PCIe : pourquoi c’est intéressant (même si tu n’en as pas besoin aujourd’hui)
L’intérêt du PCIe, c’est la perspective d’un stockage et de périphériques plus proches des standards “PC”.
Pour des projets NAS/serveur un peu ambitieux, ça ouvre des portes… mais ça ajoute de la complexité
(accessoires, boîtier, alimentation, compatibilité).
Pour un usage maison “raisonnable”, un SSD USB 3 de qualité est déjà excellent.
Le PCIe devient pertinent quand tu veux pousser le stockage, la fiabilité, ou des périphériques spécifiques.
8) Réseau : Ethernet, Wi-Fi et latence
Les deux cartes sont bonnes en réseau pour des usages domestiques et pro légers :
serveur web, API, MQTT, Pi-hole, reverse proxy, sauvegardes, etc.

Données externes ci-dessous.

#[test]
fn archive_commands_move_a_session_between_servers() {
    let (a_dir, b_dir) = (
        tempfile::tempdir().expect("dir"),
        tempfile::tempdir().expect("dir"),
    );
    let a = Server::start(a_dir.path());
    let b = Server::start(b_dir.path());
    let file = a_dir.path().join("moved.zip");
    let out = binary()
        .args(["archive", "export", &a.links[0].1, "--out"])
        .arg(&file)
        .output()
        .expect("runs");
    assert!(
        out.status.success(),
        "{}",
        String::from_utf8_lossy(&out.stderr)
    );
    let again = binary()
        .args(["archive", "export", &a.links[0].1, "--out"])
        .arg(&file)
        .output()
        .expect("runs");
    assert_eq!(
        again.status.code(),
        Some(2),
        "an existing file is not overwritten"
    );
    let out = binary()
        .args(["archive", "import"])
        .arg(&file)
        .args(["--to", &b.base])
        .output()
        .expect("runs");
    assert!(
        out.status.success(),
        "{}",
        String::from_utf8_lossy(&out.stderr)
    );
    let text = String::from_utf8_lossy(&out.stdout);
    let edit = text
        .lines()
        .find(|l| l.trim_start().starts_with("edit:"))
        .expect("edit link")
        .split_whitespace()
        .last()
        .expect("url")
        .to_string();
    let moved = datasets_over_socket(&b.base, &token_of(&edit));
    let original = datasets_over_socket(&a.base, &token_of(&a.links[0].0));
    let hashes = |l: &[Value]| {
        l.iter()
            .map(|d| d["content_hash"].clone())
            .collect::<Vec<_>>()
    };
    assert_eq!(hashes(&moved), hashes(&original));
    std::fs::write(&file, b"PK\x03\x04 not really").expect("writes");
    let out = binary()
        .args(["archive", "import"])
        .arg(&file)
        .args(["--to", &b.base])
        .output()
        .expect("runs");
    assert_eq!(out.status.code(), Some(2));
}

#[test]
fn a_backup_taken_under_writes_is_consistent_and_keeps_every_acknowledged_pin() {
    let dir = tempfile::tempdir().expect("temp dir");
    let server = Server::start(dir.path());
    let token = token_of(&server.links[0].0);
    let url = format!("{}/api/s/{token}/log", server.base);
    let stop = std::sync::Arc::new(std::sync::atomic::AtomicBool::new(false));
    let acked = std::sync::Arc::new(std::sync::Mutex::new(Vec::<i64>::new()));
    let writer = {
        let (stop, acked, url) = (stop.clone(), acked.clone(), url.clone());
        std::thread::spawn(move || {
            let mut n = 0;
            while !stop.load(std::sync::atomic::Ordering::SeqCst) {
                if let Some((201, text)) = http(
                    "POST",
                    &url,
                    &format!(r#"{{"author":"w","comment":"pin {n}"}}"#),
                ) {
                    let v: Value = serde_json::from_str(&text).expect("json");
                    acked
                        .lock()
                        .expect("lock")
                        .push(v["id"].as_i64().expect("id"));
                }
                n += 1;
            }
        })
    };
    wait_until("some pins", Duration::from_secs(20), || {
        acked.lock().expect("lock").len() >= 20
    });
    let before_backup = acked.lock().expect("lock").clone();
    let copy = dir.path().join("copy.sqlite3");
    let out = binary()
        .args(["backup", "--data"])
        .arg(dir.path())
        .arg("--out")
        .arg(&copy)
        .output()
        .expect("runs");
    stop.store(true, std::sync::atomic::Ordering::SeqCst);
    writer.join().expect("writer ends");
    assert!(
        out.status.success(),
        "{}",
        String::from_utf8_lossy(&out.stderr)
    );
    let again = binary()
        .args(["backup", "--data"])
        .arg(dir.path())
        .arg("--out")
        .arg(&copy)
        .output()
        .expect("runs");
    assert_eq!(
        again.status.code(),
        Some(2),
        "an existing copy is not overwritten"
    );
    let restored = tempfile::tempdir().expect("dir");
    std::fs::copy(&copy, restored.path().join("spreadscope.sqlite3")).expect("copies");
    let store = spreadscope::store::Store::open_dir(restored.path()).expect("copy opens");
    assert!(store.integrity_ok().expect("check"));
    let session = store
        .session_by_token(&token)
        .expect("reads")
        .expect("session in the copy");
    let ids: std::collections::HashSet<i64> = store
        .log(session.id)
        .expect("log")
        .iter()
        .map(|e| e.id)
        .collect();
    assert!(
        before_backup.iter().all(|id| ids.contains(id)),
        "a pin acknowledged before the backup is missing"
    );
    assert!(server.stop().success());
}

La différence se voit surtout quand tu empiles des services ou que tu fais du chiffrement,
du transfert soutenu, ou des workloads plus lourds.
Ce que tu dois tester chez toi
- Débit réel de copie vers/depuis ton NAS (ou PC) en Ethernet.
- Stabilité Wi-Fi (si usage sans fil), et latence en conditions réelles.
- Transferts soutenus avec CPU chargé (ex : rsync + compression).
privilégie Ethernet + alim stable + SSD. Le Pi 4 est souvent “suffisant”, le Pi 5 apporte du confort.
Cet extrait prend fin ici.